Da Router meist rund um die Uhr laufen, entsteht über das gesamte Jahr hinweg ein relevanter Energieverbrauch. Je nach Modell können zwischen 90 und 180 kWh Strom pro Jahr anfallen. Das entspricht teilweise bereits dem Verbrauch eines kleinen, energieeffizienten Kühlschranks.

 

Probiere doch einmal eine oder mehrere der folgenden Maßnahmen, um den Verbrauch zu reduzieren:

  • WLAN nachts automatisch abschalten
  • Energiesparfunktionen aktivieren
  • Nicht benötigte Funktionen deaktivieren
  • Geräte bei längerer Abwesenheit (zum Beispiel Urlaub) ausschalten
  • Prüfen, ob zusätzliche Repeater oder Netzwerkgeräte tatsächlich benötigt werden

 

Schon kleine Anpassungen können hier langfristig Wirkung zeigen.


7. Kleine Gewohnheiten mit großer Wirkung

Neben den großen Verbrauchern gibt es zahlreiche alltägliche Möglichkeiten, Energie zu sparen.

 

Dazu gehören zum Beispiel:

  • Wasser mit dem Wasserkocher erhitzen
  • Den Geschirrspüler nur voll beladen starten
  • Eco-Programme bei Haushaltsgeräten nutzen
  • Kühl- und Gefriergeräte regelmäßig abtauen und richtig befüllen
  • Haushaltsgeräte regelmäßig warten

 

Jede einzelne Maßnahme spart nur wenig Energie.
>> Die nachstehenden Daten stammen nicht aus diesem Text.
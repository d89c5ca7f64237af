package layout

import (
	"errors"
	"strings"

	"arcwright/internal/jet"
	"arcwright/internal/planner"
)

var (
	opKeys     = []string{"name", "npr", "total_temperature", "temperature_ratio", "gamma", "gas_constant", "secondary"}
	streamKeys = []string{"npr", "total_temperature", "temperature_ratio", "gamma", "gas_constant"}
)

// maxStreamChecks bounds the rounds of stream validation: each round finds
// one more bad input of a stream, and a stream has five inputs.
const maxStreamChecks = 6

// operatingPoints decodes the test matrix. Each point becomes a
// jet.Condition with the layout's ambient.
func (d *decoder) operatingPoints(top *section, ni *nozzleInfo, amb planner.Ambient, ambOK bool) []jet.Condition {
	n := top.need("operating_points", "a list of operating points (name, npr, total_temperature …)")
	if n == nil {
		return nil
	}
	field := top.field("operating_points")
	items, ok := d.list(n, field, top.keyLine("operating_points"), "a list of operating points")
	if !ok {
		return nil
	}
	if len(items) == 0 {
		d.errorf(ErrMissing, top.keyLine("operating_points"), field, "empty; want at least one operating point")
		return nil
	}
	names := d.nameSet()
	var out []jet.Condition
	for i, it := range items {
		s := d.section(it, index(field, i), it.Line, opKeys)
		c := jet.Condition{Ambient: amb.JetAmbient()}
		name, okName := d.name(s, "operating point", names)
		c.Name = name
		var okP bool
		c.Primary, okP = d.stream(s)
		okS := true
		if s.has("secondary") {
			sec := s.sub("secondary", streamKeys)
			var st jet.Stream
			st, okS = d.stream(sec)
			c.Secondary = &st
			if ni.kindOK && ni.nozzle.Kind != jet.Coaxial {
				d.errorf(ErrInvalid, s.keyLine("secondary"), s.field("secondary"), "a secondary stream applies only to a coaxial nozzle, not %s", ni.nozzle.Kind)
				okS = false
			}
		} else if ni.kindOK && ni.nozzle.Kind == jet.Coaxial && s.isMap {
			s.need("secondary", "the secondary stream of the coaxial nozzle, {npr: …, temperature_ratio: …}")
			okS = false
		}
		if okName && okP && okS && ni.nozzleOK && ambOK {
			if err := c.Validate(ni.nozzle); err != nil { // every input was checked above; this is a last guard
				d.add(ErrInvalid, err, s.line, s.path, strings.TrimPrefix(err.Error(), "jet: "))
				continue
			}
		}
		out = append(out, c)
	}
	return out
}

// stream decodes one stream (npr, total_temperature or temperature_ratio,
// gamma, gas_constant) and checks it with the jet package's rules.
func (d *decoder) stream(s *section) (jet.Stream, bool) {
	st := jet.Stream{Gas: jet.Air()}
	ok := true
	if n := s.need("npr", "the nozzle pressure ratio, total over ambient pressure, a number such as 1.8"); n != nil {
		var good bool
		st.NPR, good = d.number(n, s.field("npr"), "the nozzle pressure ratio, a number")
		if good && st.NPR > 1 { // at most 1 is the jet package's message: no flow
			good = d.checkRange(n.Line, s.field("npr"), NPRRange, st.NPR, "")
		}
		ok = ok && good
	} else {
		ok = false
	}
	tt, tr := s.get("total_temperature"), s.get("temperature_ratio")
	switch {
	case tt != nil && tr != nil:
		d.errorf(ErrInvalid, s.keyLine("temperature_ratio"), s.field("temperature_ratio"), "give total_temperature or temperature_ratio, not both")
		ok = false
	case tt != nil:
		var good bool
		st.TotalTemperature, good = d.temperature(tt, s.field("total_temperature"))
		if good && st.TotalTemperature > 0 {
			good = d.checkRange(tt.Line, s.field("total_temperature"), TotalTemperatureRange, st.TotalTemperature,
				short(st.TotalTemperature)+" K ("+tempC(st.TotalTemperature)+")")
		}
		ok = ok && good
	case tr != nil:
		var good bool
		st.TemperatureRatio, good = d.number(tr, s.field("temperature_ratio"), "the total temperature over the ambient temperature, a number")
		if good && st.TemperatureRatio > 0 {
			good = d.checkRange(tr.Line, s.field("temperature_ratio"), TemperatureRatioRange, st.TemperatureRatio, "")
		}
		ok = ok && good
	default:
		if s.isMap {
			d.errorf(ErrMissing, s.line, s.field("total_temperature"), "missing; want total_temperature (such as 800 K) or temperature_ratio (total over ambient, such as 2.78)")
		}
		ok = false
	}
	if n := s.get("gamma"); n != nil {
		var good bool
		st.Gas.Gamma, good = d.number(n, s.field("gamma"), "the ratio of specific heats, a number")
		ok = ok && good
	}
	if n := s.get("gas_constant"); n != nil {
		var good bool
		st.Gas.R, good = d.number(n, s.field("gas_constant"), "the specific gas constant in J/(kg K), a bare number")
		if good && st.Gas.R > 0 {
			good = d.checkRange(n.Line, s.field("gas_constant"), GasConstantRange, st.Gas.R, "")
		}
		ok = ok && good
	}
	if !ok {
		return st, false
	}
	return st, d.checkStream(s, st)
}

// checkStream validates st with jet.Condition.Validate, on a stand-in
// convergent nozzle and standard ambient so that only the stream's own
// rules apply. Each bad input is reported at its key and replaced by a
// valid value, and the check repeats, so that every bad input is found.
func (d *decoder) checkStream(s *section, st jet.Stream) bool {
	fields := map[string]string{
		"nozzle pressure ratio":   "npr",
		"total temperature":       "total_temperature",
		"total-temperature ratio": "temperature_ratio",
		"ratio of specific heats": "gamma",
		"gas constant":            "gas_constant",
	}
	if st.TotalTemperature == 0 {
		fields["total temperature"] = "temperature_ratio"
	}
	standIn := jet.Nozzle{Kind: jet.Convergent, Diameter: 1}
	good := true
	for range maxStreamChecks {
		err := jet.Condition{Primary: st, Ambient: jet.StandardAmbient()}.Validate(standIn)
		if err == nil {
			return good
		}
		good = false
		d.jetError(err, s, fields)
		var ie *jet.InputError
		if !errors.As(err, &ie) {
			return false
		}
		switch fields[ie.Field] {
		case "npr":
			st.NPR = 2
		case "total_temperature", "temperature_ratio":
			st.TotalTemperature, st.TemperatureRatio = 0, 1
		case "gamma":
			st.Gas.Gamma = jet.GammaAir
		case "gas_constant":
			st.Gas.R = jet.RAir
		default:
			return false
		}
	}
	return false
}
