package layout

import (
	"errors"
	"fmt"
	"sort"
	"strconv"
	"strings"
)

// Sentinel errors. Every [*Error] wraps one of them, so a caller can sort
// problems with errors.Is without reading messages.
var (
	// ErrSyntax: the file is not well-formed YAML, or holds no layout.
	ErrSyntax = errors.New("layout: bad YAML")
	// ErrUnknownKey: a key that the format does not have.
	ErrUnknownKey = errors.New("layout: unknown key")
	// ErrWrongType: a YAML value of the wrong shape (a list where a map is wanted, …).
	ErrWrongType = errors.New("layout: wrong YAML type")
	// ErrMissing: a required key is absent.
	ErrMissing = errors.New("layout: missing key")
	// ErrInvalid: a value that does not parse, is out of range, or conflicts
	// with another value.
	ErrInvalid = errors.New("layout: invalid value")
	// ErrDuplicateName: two items of a list share a name.
	ErrDuplicateName = errors.New("layout: duplicate name")
	// ErrUnresolved: a reference (an array's stand) names nothing.
	ErrUnresolved = errors.New("layout: unresolved name")
	// ErrRead: the layout file could not be read.
	ErrRead = errors.New("layout: cannot read the file")
)

// Error is one problem in a layout file. It prints as
//
//	layouts/cell.yaml:12: nozzle.diameter: want a length, got "5 kg" (kg is a mass unit)
//
// Line is 1-based; 0 means the problem has no line (the file could not be
// read). Field is the path of the key, such as "arrays[2].arc.polar.step"
// (list indices 0-based); it is empty for a problem of the whole file (bad
// YAML). Msg says what was expected.
type Error struct {
	File  string
	Line  int
	Field string
	Msg   string

	kind  error // one of the sentinel errors
	cause error // the error of another package behind Msg, if any
	more  int   // for the last line of a long list: how many problems it stands for
}

// Error returns "File:Line: Field: Msg", leaving out the parts that are empty.
func (e *Error) Error() string { return position(e.File, e.Line, e.Field) + e.Msg }

// Unwrap returns the sentinel error that classifies e and, when the problem
// came from another package (a [units.Error], a geometry or jet error), that
// error too, for errors.Is and errors.As.
func (e *Error) Unwrap() []error {
	out := make([]error, 0, 2)
	if e.kind != nil {
		out = append(out, e.kind)
	}
	if e.cause != nil {
		out = append(out, e.cause)
	}
	return out
}

// Errors is every problem found in one pass over a layout file, sorted by
// line and then by field. Load and Decode never return an empty Errors.
type Errors []*Error

// Error returns the problems one per line, in order, without a final newline.
func (es Errors) Error() string {
	lines := make([]string, len(es))
	for i, e := range es {
		lines[i] = e.Error()
	}
	return strings.Join(lines, "\n")
}

// Unwrap returns each problem, so that errors.Is(err, ErrMissing) asks
// whether any problem is a missing key and errors.As finds the first *Error.
func (es Errors) Unwrap() []error {
	out := make([]error, len(es))
	for i, e := range es {
		out[i] = e
	}
	return out
}

// MaxProblems is how many problems of one file are listed one by one;
// the rest are counted in one last line.
const MaxProblems = 50

// Total returns the number of problems es stands for, counting those that
// a long list summarises in its last line.
func (es Errors) Total() int {
	n := 0
	for _, e := range es {
		n += 1 + e.more
	}
	return n
}

// summarise sorts es and keeps its first MaxProblems problems; the next
// one is kept too, with a count of the rest, which are dropped.
func summarise(es Errors) Errors {
	sortErrors(es)
	if len(es) <= MaxProblems {
		return es
	}
	rest := es[MaxProblems:]
	last := *rest[0]
	last.Msg += fmt.Sprintf(" … and %d more %s after this one (fix these and run again)", len(rest)-1, plural(len(rest)-1, "problem", "problems"))
	last.more = len(rest) - 1
	return append(es[:MaxProblems:MaxProblems], &last)
}

// sortErrors orders es by line, then by field; problems at the same line and
// field keep the order in which they were found.
func sortErrors(es Errors) {
	sort.SliceStable(es, func(i, j int) bool {
		if es[i].Line != es[j].Line {
			return es[i].Line < es[j].Line
		}
		return es[i].Field < es[j].Field
	})
}

// Warning is a remark about a layout that does not stop it being used, such
// as an exhaust collector off the jet axis. Its fields mean what they mean on
// [Error].
type Warning struct {
	File  string
	Line  int
	Field string
	Msg   string
}

// String returns "File:Line: Field: Msg", leaving out the parts that are
// empty, like [Error.Error].
func (w Warning) String() string { return position(w.File, w.Line, w.Field) + w.Msg }

// position returns the "file:line: field: " prefix of a message.
func position(file string, line int, field string) string {
	var b strings.Builder
	if file != "" {
		b.WriteString(file)
		if line > 0 {
			b.WriteString(":")
			b.WriteString(strconv.Itoa(line))
		}
		b.WriteString(": ")
	} else if line > 0 {
		b.WriteString("line ")
		b.WriteString(strconv.Itoa(line))
		b.WriteString(": ")
	}
	if field != "" {
		b.WriteString(field)
		b.WriteString(": ")
	}
	return b.String()
}

// plural returns one or many after n.
func plural(n int, one, many string) string {
	if n == 1 {
		return one
	}
	return many
}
Über das Jahr hinweg können diese kleinen Gewohnheiten jedoch einen spürbaren Unterschied machen.

Mehr Zeit im Homeoffice heißt nicht automatisch höhere Energiekosten.

 

Wenn du die größten Energieverbraucher in deinem Haushalt kennst und gezielt optimierst, kannst du sowohl Strom als auch Heizenergie einsparen. Besonders bei Heizung, Computertechnik, Beleuchtung und dauerhaft laufenden Netzwerkgeräten lohnt sich ein genauer Blick.

Letztlich braucht es oft keine großen Investitionen, um Energie effizienter zu nutzen. Häufig sind es die kleinen Entscheidungen im Alltag, die langfristig die größte Wirkung zeigen.

 

In Kombination mit Strom aus erneuerbaren Energien lässt sich der ökologische Fußabdruck des Homeoffice zusätzlich reduzieren – für mehr Nachhaltigkeit und einen bewussteren Umgang mit Energie.